We can numerically simulate these solutions using odeint on python. We fix the centre of mass of the system as the origin reference point, and can integrate the equations of motion using Weber's force law. This is complicated $N$-body system, so what can we reasonably expect to prove ?
When we write $-2=-1-1$ we mean considering $-2$ as a two-body system which is stable, i.e. two identicaly negative charges have been forced through the critical radius and stably attracted to each other.
- We should classify the $(-2) + (+1)$ system, which consists of three particles. In other words, does the system collapse? Or is it a stable planetary type system, i.e. the two-body system $(-2)$ rotates with precession about the $(+1)$ charge. This would require a simulation.
Classifying the stable orbits of the above three-body system, which has net charge $-1$ (!) would be very interesting starting point. In Ralph Sansbury's model, the above system represents the electron, and in this sense Sansbury speaks of the structured electron. The question which needs be considered is what is the internal potential energy of the above system, i.e. at what energies can it be separated ? Because we do not typically see the electron disintegrating into smaller subsystems. But it's possible that the system has an extremely large cohesion energy, and that if the system ever degenerated, then particles travelling at velocities greater than $c$ would be observed. And this possibility is not ruled out a priori by the Weber electrodynamics.
There is an obvious multiplicity in the possible configurations once you allow the possibility of the electron as being structured of smaller systems. And this is where we need simulation, because I'm not sure we can work out the theory a priori. That is, the energy landscape of the Weber potential is not well known for many-body systems, and simulation is a good way to start learning.
For example the four-body systems with zero net charge could have various configurations. Likewise the six body systems with zero net charge, etc..
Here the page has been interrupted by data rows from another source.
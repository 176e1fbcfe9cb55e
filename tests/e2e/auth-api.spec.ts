import { spawn, type ChildProcess } from "node:child_process";
import net from "node:net";
import { expect, test, type APIRequestContext } from "@playwright/test";
import { createDb, type Db } from "@/db/client";
import { insertUser, updateUser } from "@/db/queries/users";
import { hashPassword } from "@/lib/auth/password";
import { SAME_ORIGIN } from "./pages/origin";
import { SignInPage } from "./pages/sign-in-page";

let db: Db;
test.beforeAll(() => {
  db = createDb(process.env.DATABASE_URL ?? "postgres://postgres@127.0.0.1:5433/tapwright_e2e", 2);
});
test.afterAll(() => db.destroy());

/** A client address of this test's own (the e2e server believes X-Forwarded-For from loopback). */
const address = (() => {
  let n = 0;
  return () => `10.${77 + (n++ % 100)}.${Date.now() % 250}.${(process.pid + n) % 250}`;
})();

function login(request: APIRequestContext, email: string, password: string, from?: string) {
  return request.post("/api/auth/login", { data: { email, password }, headers: { ...SAME_ORIGIN, ...(from ? { "x-forwarded-for": from } : {}) } });
}

async function temporaryUser(label: string) {
  const email = `${label}-${Date.now()}@example.test`;
  const user = await insertUser(db, { email, displayName: label, passwordHash: await hashPassword("long enough password"), role: "engineer" });
  return { user, email, password: "long enough password" };
}

function freePort(): Promise<number> {
  return new Promise((resolve, reject) => {
    const server = net.createServer();
    server.once("error", reject);
    server.listen(0, "127.0.0.1", () => {
      const { port } = server.address() as net.AddressInfo;
      server.close(() => resolve(port));
    });
  });
}

/** A second web server on a free port with its own environment; resolves once it answers /api/health. */
async function webServer(request: APIRequestContext, env: Record<string, string>): Promise<{ origin: string; process: ChildProcess }> {
  const port = await freePort();
  const child = spawn("node", ["--import", "tsx", "server/run/web.ts"], {
    env: { ...process.env, NODE_ENV: "production", HOST: "127.0.0.1", PORT: String(port), ...env },
    stdio: "ignore",
  });
  const origin = `http://127.0.0.1:${port}`;
  for (let i = 0; i < 120; i++) {
    if (await request.get(`${origin}/api/health`).catch(() => undefined)) return { origin, process: child };
    await new Promise((r) => setTimeout(r, 250));
  }
  child.kill("SIGTERM");
  throw new Error("the second web server did not start");
}

test("login answers 400 with zod paths for malformed input", async ({ request }) => {
  const notJson = await request.post("/api/auth/login", { data: "{oops", headers: { "content-type": "application/json", ...SAME_ORIGIN } });
  expect(notJson.status()).toBe(400);
  const fields = await request.post("/api/auth/login", { data: { email: "not-an-email", password: "" }, headers: SAME_ORIGIN });
  expect(fields.status()).toBe(400);
  const body = await fields.json();
  expect(body.error.details.map((d: { path: string }) => d.path).sort()).toEqual(["email", "password"]);
});

test("me returns who is signed in; signing out ends the session for every copy of its cookie", async ({ request, playwright, baseURL }) => {
  expect((await login(request, "lead@tapwright.test", "tapwright-demo")).status()).toBe(200);
  expect(await (await request.get("/api/auth/me")).json()).toEqual({ email: "lead@tapwright.test", name: "Demo Lead", role: "lead" });
  const channels = await (await request.get("/api/v1/channels")).json();
  expect(channels).toContainEqual({ path: "hydraulic-press/press-ctl/ram-position", name: "Ram position", unit: "mm", sampleRateHz: 2000 });
  const copy = await playwright.request.newContext({ baseURL, storageState: await request.storageState() });
  expect((await copy.get("/api/auth/me")).status()).toBe(200);
  expect((await request.post("/api/auth/logout", { headers: SAME_ORIGIN })).status()).toBe(200);
  expect((await request.get("/api/auth/me")).status()).toBe(401);
  expect((await copy.get("/api/auth/me")).status()).toBe(401);
  await copy.dispose();
});

test("an account's failures slow down the failing address with growing delays, never a fresh one", async ({ request }) => {
  const { email, password } = await temporaryUser("throttled");
  const guesser = address();
  for (let i = 0; i < 6; i++) expect((await login(request, email, "wrong password", guesser)).status()).toBe(401);
  const refused = await login(request, email, password, guesser);
  expect(refused.status()).toBe(429);
  expect(Number(refused.headers()["retry-after"])).toBeGreaterThanOrEqual(1);
  expect((await refused.json()).error).toMatchObject({ code: "too_many_requests", message: expect.stringMatching(/Try again in \d+ s/) });
  expect((await login(request, email, password, address())).status()).toBe(200);
});

test("strangers failing from the owner's address do not lock out a browser that signed in before", async ({ playwright, baseURL }) => {
  const { email, password } = await temporaryUser("owner");
  const shared = address();
  const owner = await playwright.request.newContext({ baseURL });
  expect((await login(owner, email, password, shared)).status()).toBe(200);
  expect((await owner.post("/api/auth/logout", { headers: SAME_ORIGIN })).status()).toBe(200);
  const stranger = await playwright.request.newContext({ baseURL });
  for (let i = 0; i < 25; i++) await login(stranger, `made-up-${i}-${Date.now()}@example.test`, "guess", shared);
  for (let i = 0; i < 6; i++) await login(stranger, email, "guess", shared);
  expect((await login(stranger, email, password, shared)).status()).toBe(429);
  expect((await login(owner, email, password, shared)).status()).toBe(200);
  await owner.dispose();
  await stranger.dispose();
});

test("parallel wrong passwords are counted one by one: at most the free ones are checked", async ({ request }) => {
  const { email } = await temporaryUser("parallel");
  const from = address();
  const statuses = await Promise.all(Array.from({ length: 40 }, () => login(request, email, "wrong password", from).then((r) => r.status())));
  // The first try from a fresh address, then the account's 5 free failures (LOGIN_FREE_FAILURES); the delays only grow after that.
  expect(statuses.filter((s) => s === 401).length).toBeLessThanOrEqual(7);
  expect(statuses.filter((s) => s === 429).length).toBeGreaterThanOrEqual(33);
  expect(statuses.every((s) => s === 401 || s === 429)).toBe(true);
});

test("a client cannot pick its address with X-Forwarded-For unless the server trusts its proxy", async ({ request }) => {
  const clear = () => db.deleteFrom("login_throttle").where("key", "=", "address:127.0.0.1").execute();
  await clear();
  const server = await webServer(request, { TRUSTED_PROXIES: "", LOGIN_DELAY_BASE_MS: "5000" });
  try {
    const post = (i: number) =>
      request.post(`${server.origin}/api/auth/login`, {
        data: { email: `rotating-${i}-${Date.now()}@example.test`, password: "guess" },
        headers: { origin: server.origin, "x-forwarded-for": `192.0.2.${i}` },
      });
    const statuses: number[] = [];
    for (let i = 0; i < 24; i++) statuses.push((await post(i)).status());
    expect(statuses.slice(0, 20).every((s) => s === 401)).toBe(true);
    expect(statuses.slice(21)).toContain(429);
  } finally {
    server.process.kill("SIGTERM");
    // The rotating client above counted on the loopback address this run's browsers sign in from.
    await clear();
  }
});

test("disabling a user or changing the password ends their sessions", async ({ playwright, baseURL }) => {
  for (const change of [{ disabled: true }, { passwordHash: "scrypt$1$1$1$AA==$AA==" }]) {
    const { user, email, password } = await temporaryUser("ended");
    const request = await playwright.request.newContext({ baseURL });
    expect((await login(request, email, password)).status()).toBe(200);
    expect((await request.get("/api/auth/me")).status()).toBe(200);
    await updateUser(db, user.id, change);
    expect((await request.get("/api/auth/me")).status()).toBe(401);
    expect((await request.get("/api/v1/channels")).status()).toBe(401);
    await request.dispose();
  }
});

test("with the database down, health says 503 in plain words and pages show the app's own page", async ({ request, page }) => {
  expect(await (await request.get("/api/health")).json()).toEqual({ status: "ok", db: "up" });
  // A session cookie from this run's server: cookies belong to the host, so the second server receives it too.
  await new SignInPage(page).signInAs("engineer");
  const server = await webServer(request, { DATABASE_URL: "postgres://nobody:x@127.0.0.1:1/none" });
  try {
    const health = await request.get(`${server.origin}/api/health`);
    expect(health.status()).toBe(503);
    expect(await health.text()).toMatch(/^Database unavailable/);
    const signIn = await request.post(`${server.origin}/api/auth/login`, { data: { email: "a@b.test", password: "x" }, headers: { origin: server.origin } });
    expect(signIn.status()).toBe(503);
    expect((await signIn.json()).error.message).toMatch(/database/i);
    for (const path of ["/", "/sets", "/channels/hydraulic-press/env-node/frame-strain"]) {
      await page.goto(`${server.origin}${path}`);
      await expect(page.getByRole("heading", { name: "The database cannot be reached; the live view keeps running." })).toBeVisible();
      await expect(page.getByText(/digest|Application error/i)).toHaveCount(0);
    }
    await page.context().clearCookies();
    await page.goto(`${server.origin}/sign-in`);
    await expect(page.getByRole("heading", { name: "The database cannot be reached; the live view keeps running." })).toBeVisible();
    await page.screenshot({ path: "/tmp/tapwright-database-down.png" });
  } finally {
    server.process.kill("SIGTERM");
  }
});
Here we implicitly assume a zero net charge to represent the stable molecular atoms. This implies an even number of particles. However we do not require the inertial masses $m_+$ and $m_-$ to be equal a priori. And in practice we find the proton significantly heavier than the conventional electron. In light of Sansbury's proposal, we need a heuristic to find the order of magnitude of the indivisible negative charges $(-1)$ and positive charges $(+1)$.
There is very interesting idea of Ralph Sansbury which calls "metastable orbits". This is Sansbury's explanation for the apparent nonradiation of the hydrogen atom. In fact, there is radiation between the subsystems, but there is zero net radiation into the environment! That's Sansbury's brilliant idea. (He has others.)